I had an extensive discussion about the meaning of the word “space” recently. Having been (somewhat) trained in math, that biases my understanding of the word, I think. But since most of my adult life has been spent programming, I think that biases it more. The ultimate bias, however, is the medium in which our bodies sense and act. This discussion centered around “visualization” and how/why visualizations (particularly of simulations) appeal to us humans, why they help us understand the often cryptic mechanisms inside a computation. I believe they help us understand things because they appeal to the 4D spacetime in which we live. And hence, there is an intuition that’s evoked by a visualization (as well as an audialization or … a hapticalization? … how about an olfactorization? … or even an inertialization?).
Given that there are these 3 basic usage domains for the word “space” (math, compsci, and natural), when someone talks about a visualization, what do they really mean? I tend to think they mean the latter. They mean “render your abstract stuff into something in 4D so my natural senses are stimulated”. That forces me to contrast the three uses of “space” and try to establish the distinctive properties of a natural space. I won’t go through all the hemming and hawing to do that. I’ll just make my assertion. What I think makes a space natural is affine geometry, basically the preservation of parallel lines. That’s what gives us our intuition about the translation and rotation of rigid objects, distance, perspective, etc.
Of course, people are different. So, it’s reasonable to assume that some people think more in terms of graphs (networks), some in terms of sequence, order, number, etc. But I tend to think those are in the minority. I’d enjoy evidence to the contrary.

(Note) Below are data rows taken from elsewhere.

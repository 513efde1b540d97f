import { expect, test } from '@playwright/test'
import { mainNav, signInAs, watchConsole } from './helpers'

// Issue 16: on a 390 px phone "Log a tow-in" was clipped under Sign out and the Staff link was off-screen.
test.use({ viewport: { width: 390, height: 844 } })

test('on a 390 px phone the menu reaches every page a manager has, each link whole on screen', async ({ page }) => {
  const problems = watchConsole(page)
  await signInAs(page, 'manager')
  const menu = page.getByRole('button', { name: 'Menu' })
  await expect(menu).toHaveAttribute('aria-expanded', 'false')
  await expect(page.getByRole('navigation', { name: 'Main' })).toBeHidden()

  const nav = await mainNav(page)
  const links = nav.getByRole('link')
  const labels = await links.allTextContents()
  expect(labels.map((l) => l.trim())).toEqual(['Today', 'Board', 'Log a tow-in', 'Cash drawer', 'Deadlines', 'Reports', 'Gate'])
  const more = page.getByRole('navigation', { name: 'More pages' })
  const moreLabels = await more.getByRole('link').allTextContents()
  expect(moreLabels.map((l) => l.trim())).toEqual(['Archive', 'Outbox', 'Settings', 'Staff'])
  for (const link of [...(await nav.getByRole('link').all()), ...(await more.getByRole('link').all())]) {
    const box = (await link.boundingBox())!
    expect(box.x).toBeGreaterThanOrEqual(0)
    expect(box.x + box.width).toBeLessThanOrEqual(390)
    // A gloved thumb: every target at least 48 px tall.
    expect(box.height).toBeGreaterThanOrEqual(48)
  }
  await expect(page.getByRole('button', { name: 'Sign out' })).toBeInViewport()

  await more.getByRole('link', { name: 'Staff' }).tap()
  await expect(page).toHaveURL(/\/users$/)
  // Issue 16 item 5: on a phone a person's name and actions are seen together, not a table scrolled sideways.
  const me = page.getByRole('listitem').filter({ hasText: 'Delia Marchetti' })
  await expect(me.getByRole('button', { name: 'New password' })).toBeInViewport({ ratio: 1 })
  await expect(me.getByRole('combobox', { name: 'Role of Delia Marchetti' })).toBeInViewport()
  // Going somewhere folds the menu away again.
  await expect(menu).toHaveAttribute('aria-expanded', 'false')
  await expect(page.getByRole('navigation', { name: 'Main' })).toBeHidden()

  await menu.tap()
  await page.keyboard.press('Escape')
  await expect(menu).toHaveAttribute('aria-expanded', 'false')
  expect(problems).toEqual([])
})
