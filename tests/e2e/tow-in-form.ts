import { expect, type Page } from '@playwright/test'
import { freshVin } from '../helpers/vins'
import { signInAs } from './helpers'

// 49 CFR 565's own sample VIN: check digit 4, model year 2005.
export const VIN = '1G4AH59H45G118341'

export async function openForm(page: Page) {
  await signInAs(page, 'dispatcher')
  await page.getByRole('navigation', { name: 'Main' }).getByRole('link', { name: 'Log a tow-in' }).click()
  await expect(page.getByRole('heading', { name: 'Log a tow-in' })).toBeVisible()
}

/** What the schema cannot do without, with the pin dropped on the map. */
export async function fillTheMinimum(page: Page) {
  const map = page.getByTestId('map')
  await expect(map.locator('img.leaflet-tile-loaded').first()).toBeVisible()
  const box = (await map.boundingBox())!
  await page.mouse.click(box.x + box.width * 0.6, box.y + box.height * 0.4)
  await page.getByText('Breakdown', { exact: true }).click()
  await page.getByLabel('Who asked for the tow').fill('Owner by phone')
  await page.getByLabel('VIN', { exact: true }).fill(freshVin())
  await page.getByLabel('Make', { exact: true }).fill('Nordsund')
  await page.getByLabel('Colour', { exact: true }).fill('Grey')
  await page.getByLabel('Odometer', { exact: true }).fill('90210')
  await page.getByRole('radiogroup', { name: 'Keys with the vehicle' }).getByText('Yes', { exact: true }).click()
}
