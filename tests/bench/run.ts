// `npm run bench`: every performance target, each written to bench-results/<name>.json.
import { existsSync } from 'node:fs'
import { execSync } from 'node:child_process'
import { writeBenchResult } from './results'

if (!existsSync('dist/server/index.js')) execSync('npm run build', { stdio: 'inherit' })

const benches: Record<string, () => Promise<{ met: boolean }>> = {
  startup: async () => (await import('./startup.bench')).run(),
  core: async () => (await import('./core.bench')).run(),
  board: async () => (await import('./board.bench')).run(),
  delivery: async () => (await import('./delivery.bench')).run(),
  deadlines: async () => (await import('./deadlines.bench')).run(),
  release: async () => (await import('./release.bench')).run(),
  load: async () => (await import('./load.bench')).run(),
  receivables: async () => (await import('./receivables.bench')).run(),
  pg: async () => (await import('./pg.bench')).run(),
  counter: async () => (await import('./counter.bench')).run(),
}
const only = process.argv.slice(2)
let allMet = true
for (const [name, run] of Object.entries(benches)) {
  if (only.length && !only.includes(name)) continue
  const result = await run()
  if (name === 'startup') writeBenchResult(name, result)
  allMet &&= result.met
  console.log(`${result.met ? '✔' : '✖'} ${name}: ${JSON.stringify(result)}`)
}
console.log(allMet ? 'All benchmark goals met.' : 'Some benchmark goals were not met (see bench-results/).')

In Chapter 2 of Lee Rudolph’s Qualitative Mathematics for the Social Sciences, Rudolph asserts:
truth is what they come to believe more firmly as they function better [...] As such, truth is always conditional and subject to amendment: but it has, always and unconditionally, a net or web of meaning that anchors it pretty firmly to many places
He’s saying this in the context of 2 comments written by G.H. Hardy about the function of mathematicians, chronologically:
(1922) The function of a mathematician is [...] to observe the facts about his own intricate system of reality, [...] to record the results of his observations in a series of maps, each of which is a branch of pure mathematics.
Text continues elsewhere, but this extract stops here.